Former justice secretary Robert Buckland defended the jury system, despite describing the verdict in the Colston case as “perverse”.

The Tory MP told BBC Radio 4’s World At One programme: “Sometimes we will get jury verdicts that perhaps fly in the face of the law and sometimes the evidence, that is the price we pay for the admirable system, the system of jury trials that I and many others strongly believe in.”

During the trial, Judge Peter Blair QC told jurors they must decide the case on the basis of the evidence they have heard, after raising concerns in their absence that undue pressure was being placed on them by excessive rhetoric from defence barristers. He also warned members of the defendants’ many supporters about their behaviour in court.

A petition calling for a retrial, claiming the acquittal set a “dangerous precedent that endangers all of our national heritage”, has so far attracted more than 5,000 signatures.

But others dismissed claims the verdict sets a legal precedent which could give rise to other public monuments being defaced.

Describing the jury system as one of the UK’s “greatest monuments”, Commons leader Jacob Rees-Mogg said: “The decision does not set a precedent. It was a case decided by a jury on the facts before them.”

Human rights barrister Adam Wagner said on Twitter: “Anyone damaging property in future would have no way of knowing if a jury would convict or acquit them. The law is as it was.”

Earlier, Downing Street said while it respects individual jury decisions, vandalism “remains a crime” and “we expect the police to take all crimes seriously”.

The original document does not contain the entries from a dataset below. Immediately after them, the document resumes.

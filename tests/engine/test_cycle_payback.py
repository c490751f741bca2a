"""Grow-cycle weeks and payback arithmetic, checked by hand."""

import math

import numpy as np
import pytest
from hypothesis import given, settings
from hypothesis import strategies as st
from numpy.testing import assert_allclose

from app.engine import cycle, payback


def test_week_values_hold_and_ramp():
    # Steps at weeks 1, 3, 7 of a 9-week cycle; the second ramps to the third.
    # Weeks 1-2 hold 0.5; weeks 3-6 go 0.9 → 1.3 in steps of 0.1 ((1.3-0.9)/4); weeks 7-9 hold 1.3.
    v = cycle.week_values([1, 3, 7], [0.5, 0.9, 1.3], [False, True, False], 9)
    assert_allclose(v, [0.5, 0.5, 0.9, 1.0, 1.1, 1.2, 1.3, 1.3, 1.3])
    assert cycle.step_index_by_week([1, 3, 7], 9).tolist() == [0, 0, 1, 1, 1, 1, 2, 2, 2]


def test_ramp_on_the_last_step_holds():
    assert_allclose(cycle.week_values([1], [18.0], [True], 3), [18.0, 18.0, 18.0])


@pytest.mark.parametrize("weeks", [[2, 4], [1, 1], [1, 3, 2], []])
def test_bad_steps_refused(weeks):
    with pytest.raises(ValueError):
        cycle.week_values(weeks, [1.0] * len(weeks), [False] * len(weeks), 5)


def test_weekly_moles_faust_logan():
    # DLI = 250 × 18 × 3600 / 10⁶ = 16.2 mol m⁻² d⁻¹ (Faust & Logan 2018), × 7 = 113.4 a week.
    assert_allclose(cycle.weekly_moles_m2(250.0, 18.0), 113.4)


def test_cycle_totals_by_hand():
    # Two weeks: 400 W for 18 h then 600 W for 12 h. kWh = 7 × (400 × 18 + 600 × 12) / 1000 = 100.8.
    # Canopy flux 800 then 1200 µmol/s: mol = 7 × 3600 × (800 × 18 + 1200 × 12) / 10⁶ = 725.76.
    t = cycle.cycle_totals(
        [400, 600], [18, 12], [800, 1200], canopy_area_m2=2.0, price_per_kwh=0.2, harvests_per_cycle=2
    )
    assert_allclose(t["kwh"], 100.8)
    assert_allclose(t["cost"], 20.16)
    assert_allclose(t["canopy_mol"], 725.76)
    assert_allclose(t["canopy_mol_per_m2"], 362.88)
    assert_allclose(t["cost_per_mol"], 20.16 / 725.76)
    assert_allclose(t["cost_per_harvest"], 10.08)
    # 100.8 kWh of heat = 100.8 × 3412.14 BTU (NIST SP 811: 1 Btu_IT = 1055.056 J).
    assert_allclose(t["heat_btu"], 100.8 * 3412.14, rtol=1e-5)


def test_maintained_output_tm21_form():
    # L90 at 50 000 h: α = −ln 0.9 / 50 000 (IES TM-21 exponential through 100 % at 0 h).
    # Mean over [0, T] of exp(−α t) = (1 − e^{−αT}) / (αT); at T = 50 000 h: 0.1 / 0.105361 = 0.94912.
    a = -math.log(0.9) / 50_000
    assert_allclose(payback.mean_maintained_share(a, 0.0, 50_000.0), 0.1 / -math.log(0.9), rtol=1e-9)
    assert_allclose(payback.mean_maintained_share(0.0, 0.0, 10.0), 1.0)


def test_yearly_mean_share_against_the_closed_form():
    from app.engine.maintenance import from_rated_point

    p = from_rated_point(90.0, 50_000.0)
    got = payback.yearly_mean_share(p.maintenance, 12_000.0, 5_000.0, 3)
    want = [payback.mean_maintained_share(p.alpha_per_h, 12_000.0 + k * 5_000, 17_000.0 + k * 5_000) for k in range(3)]
    assert_allclose(got, want, rtol=1e-6)
    assert np.all(np.diff(got) < 0)
    # A curve held flat beyond its limit (6 × a 6,000 h test, IES TM-21): past 36,000 h the share stops falling.
    held = from_rated_point(90.0, 50_000.0, test_duration_h=6_000.0)
    late = payback.yearly_mean_share(held.maintenance, 40_000.0, 5_000.0, 2)
    assert_allclose(late, held.maintenance(36_000.0), rtol=1e-12)


def test_simple_payback_by_hand():
    # Spend 1200 to save 1000 − 600 = 400 a year: 3 years simple; balance −800, −400, 0, 400, 800.
    r = payback.payback(1200.0, 1000.0, 600.0, horizon_years=5)
    assert_allclose(r["simple_years"], 3.0)
    assert_allclose(r["years"], 3.0)
    assert_allclose(r["cumulative"], [-800, -400, 0, 400, 800])
    # Spend 1000 to save 400: 2.5 years (half-way through year 3).
    assert_allclose(payback.payback(1000.0, 1000.0, 600.0, 5)["years"], 2.5)


def test_discounted_payback_by_hand():
    # 10 % a year: present values of 400 are 363.64, 330.58, 300.53; after 3 years 994.74 ≥ 900.
    # Balance after 2 years: −900 + 694.21 = −205.79 → 2 + 205.79 / 300.53 = 2.6848 years.
    r = payback.payback(900.0, 1000.0, 600.0, 5, discount_rate=0.10)
    assert_allclose(r["years"], 2 + (900 - 400 / 1.1 - 400 / 1.21) / (400 / 1.331), rtol=1e-9)
    assert_allclose(r["years"], 2.6848, rtol=1e-4)


def test_no_payback_within_the_horizon_or_no_saving():
    assert payback.payback(5000.0, 1000.0, 600.0, 5)["years"] is None
    r = payback.payback(100.0, 500.0, 600.0, 5)
    assert r["years"] is None and r["simple_years"] is None
    assert payback.payback(0.0, 500.0, 600.0, 5)["years"] == 0.0


def test_cost_per_mol_by_hand():
    # (1000 + 300 + 300) / (2000 + 2000) = 0.4 per mol.
    assert_allclose(payback.cost_per_mol(1000.0, [300, 300], [2000, 2000]), 0.4)
    assert payback.cost_per_mol(0.0, [1.0], [0.0]) == math.inf


@settings(max_examples=80, deadline=None)
@given(
    gaps=st.lists(st.integers(1, 8), min_size=1, max_size=6),
    values=st.lists(st.floats(0.0, 100.0), min_size=7, max_size=7),
    ramps=st.lists(st.booleans(), min_size=7, max_size=7),
    tail=st.integers(0, 5),
)
def test_week_values_stay_between_their_steps(gaps, values, ramps, tail):
    # A held step keeps its value; a ramp moves monotonically from its value towards the next step's,
    # reaching it exactly at the next step's first week (linear interpolation by week).
    weeks = [1]
    for g in gaps:
        weeks.append(weeks[-1] + g)
    n = len(weeks)
    v, r = values[:n], ramps[:n]
    n_weeks = weeks[-1] + tail
    out = cycle.week_values(weeks, v, r, n_weeks)
    for i, w0 in enumerate(weeks):
        assert out[w0 - 1] == pytest.approx(v[i])
        w1 = weeks[i + 1] if i + 1 < n else n_weeks + 1
        seg = out[w0 - 1 : w1 - 1]
        if r[i] and i + 1 < n:
            lo, hi = sorted((v[i], v[i + 1]))
            assert np.all(seg >= lo - 1e-9) and np.all(seg <= hi + 1e-9)
            steps = np.diff(np.append(seg, v[i + 1]))
            assert_allclose(steps, (v[i + 1] - v[i]) / (w1 - w0), atol=1e-9)
        else:
            assert_allclose(seg, v[i])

It comes amid Government plans to change the law to “ensure those found guilty of desecrating or damaging a memorial face a punishment that better reflects the high sentimental and emotional impact these actions can have”.

Sage Willoughby, Jake Skuse, Milo Ponsford and Rhian Graham outside Bristol Crown Court
Sage Willoughby, Jake Skuse, Milo Ponsford and Rhian Graham outside Bristol Crown Court (Ben Birchall/PA)

Criminal damage can attract a sentence of up to 10 years’ imprisonment, but the term is limited by the value of the damage caused.

Where the damage is less than £5,000, the maximum sentence is three months in jail and a fine of up to £2,500.

But the Police, Crime, Sentencing and Courts Bill – which is being scrutinised by Parliament at present – would allow the courts to consider the “emotional or wider distress” caused by damage to public property, and raise the maximum sentence to 10 years regardless of the costs incurred.

This would extend to flowers or wreaths placed at memorials, such as on a gravestone or at the Cenotaph.